11. Overgeleverd door 'Abdullah bin 'Amr:



Een man vroeg aan de Profeet (saws): *''welke soort van daden zijn goed?''*De Profeet zei: *''Het voeden van de armen en het groeten van de mensen die je kent en de mensen die je niet kent.''*
__________________
Oorspronkelijk geplaatst op forums.maroc.nl

----------


## Mantha-Moslim

12. Overgeleverd door 'Anas:



De Profeet (saws) zei: *''Niemand van jullie zal een moslim zijn tot hij voor zijn broeder wenst wat hij voor zichzelf wenst.''*
__________________
Oorspronkelijk geplaatst op forums.maroc.nl

----------


## Mantha-Moslim

13. Overgeleverd door 'Abu Huraira: 



Allah's Boodschapper zei: *''Bij hem in wiens handen mijn leven is, niemand van jullie zal geloven tot hij meer van mij houdt dan van zijn vader en zijn kinderen.''*
__________________
Oorspronkelijk geplaatst op forums.maroc.nl

----------


## Mantha-Moslim

14. Overgeleverd door 'Anas:

*Allah's Boodschapper zei: ''Niemand van jullie zal geloven tot hij meer van mij houdt dan van zijn vader, zijn kinderen en de gehele mensheid.''*
__________________
Oorspronkelijk geplaatst op forums.maroc.nl

----------


## Mantha-Moslim

16. Overgeleverd door 'Anas:



De profeet (saws) zei: *"Liefde voor de Ansaar is een teken van geloof en haat voor de Ansaar is een teken van hypocrisie."*
__________________
Oorspronkelijk geplaatst op forums.maroc.nl

----------


## Mantha-Moslim

17. Overgeleverd door 'Ubada bin As-Samit: 



Allah's Boodschapper zei terwijl wij met een groep van metgezellen om hem heen zaten:* " zweer me dat:*



1. *jullie niets aanbidden dan Allah alleen.*

2. *jullie niet stelen.*

3. *jullie geen onwettige geslachtsgemeenschap hebben.*

4. *jullie je eigen kinderen niet zullen doden.*

5.* jullie geen onschuldigen vals zullen beschuldigen.*6. *jullie geen goede daden zullen weigeren.''*



De Profeet (saws) voegde eraan toe: *"Wie onder u voldoet aan zijn belofte zal worden beloond door Allah.
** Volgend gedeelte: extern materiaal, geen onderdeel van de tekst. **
package main

import (
	"fmt"
	"io"
)

var versionCommand = &command{
	name:    "version",
	summary: "print the pcqc version",
	usage:   "pcqc version",
	help:    "Version prints the pcqc version.\n",
	run: func(args []string, stdout, stderr io.Writer) (int, error) {
		if len(args) > 0 {
			return 0, usagef("takes no arguments")
		}
		fmt.Fprintf(stdout, "pcqc %s\n", Version)
		return exitOK, nil
	},
}

var helpCommand = &command{
	name:    "help",
	summary: "show help for pcqc or for one command",
	usage:   "pcqc help [command]",
	help:    "Help shows the list of commands, or the help of one command.\n",
	run: func(args []string, stdout, stderr io.Writer) (int, error) {
		switch len(args) {
		case 0:
			printTopHelp(stdout)
			return exitOK, nil
		case 1:
			c := lookupCommand(args[0])
			if c == nil {
				return 0, usagef("unknown command %q; run 'pcqc help' for the list", args[0])
			}
			printCommandHelp(stdout, c)
			return exitOK, nil
		}
		return 0, usagef("takes at most one command name")
	},
}

func printTopHelp(w io.Writer) {
	fmt.Fprint(w, `pcqc audits a principal component analysis and writes the evidence:
the decomposition with its preprocessing written down, diagnostics with
pass / warn / fail flags, tables and a JSON summary.

Usage:
  pcqc <command> [arguments]

Commands:
`)
	for _, c := range commands {
		fmt.Fprintf(w, "  %-9s %s\n", c.name, c.summary)
	}
	fmt.Fprint(w, "\nRun 'pcqc help <command>' for the flags of a command.\n")
}

func printCommandHelp(w io.Writer, c *command) {
	fmt.Fprintf(w, "usage: %s\n\n%s", c.usage, c.help)
}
En wie van jullie ook maar n belofte niet nakomt zal bestraft worden in het wereldse leven als een vergoeding voor de zonde. En als n van jullie een belofte niet nakomt, en Allah bedekt zijn zonde, dan is het aan hem om hem te vergeven of om hem te straffen.in het hiernamaals.''*



'Ubada bin As-Samit voegde eraan toe: *"Dus wij zwoeren in trouw aan de profeet (saws) over hetgeen hij ons vroeg."*
__________________
Oorspronkelijk geplaatst op forums.maroc.nl

----------


## Mantha-Moslim

18. Overgeleverd door Abu Said Al-Khudri: 



Allah's Boodschapper zei: *''Er zal een tijd komen waarop het beste eigendom van de moslim zijn vee zal zijn, welke hij mee zal nemen naar een afgelegen plaats om zo te vluchten voor het wereldse leven."*
__________________
Oorspronkelijk geplaatst op forums.maroc.nl

----------


## Mantha-Moslim

19. Overgeleverd door 'Aisha:



Wanneer de profeet van Allah de moslims vroeg om iets te doen, dan vroeg hij om daden die voor hen makkelijk uitvoerbaar waren.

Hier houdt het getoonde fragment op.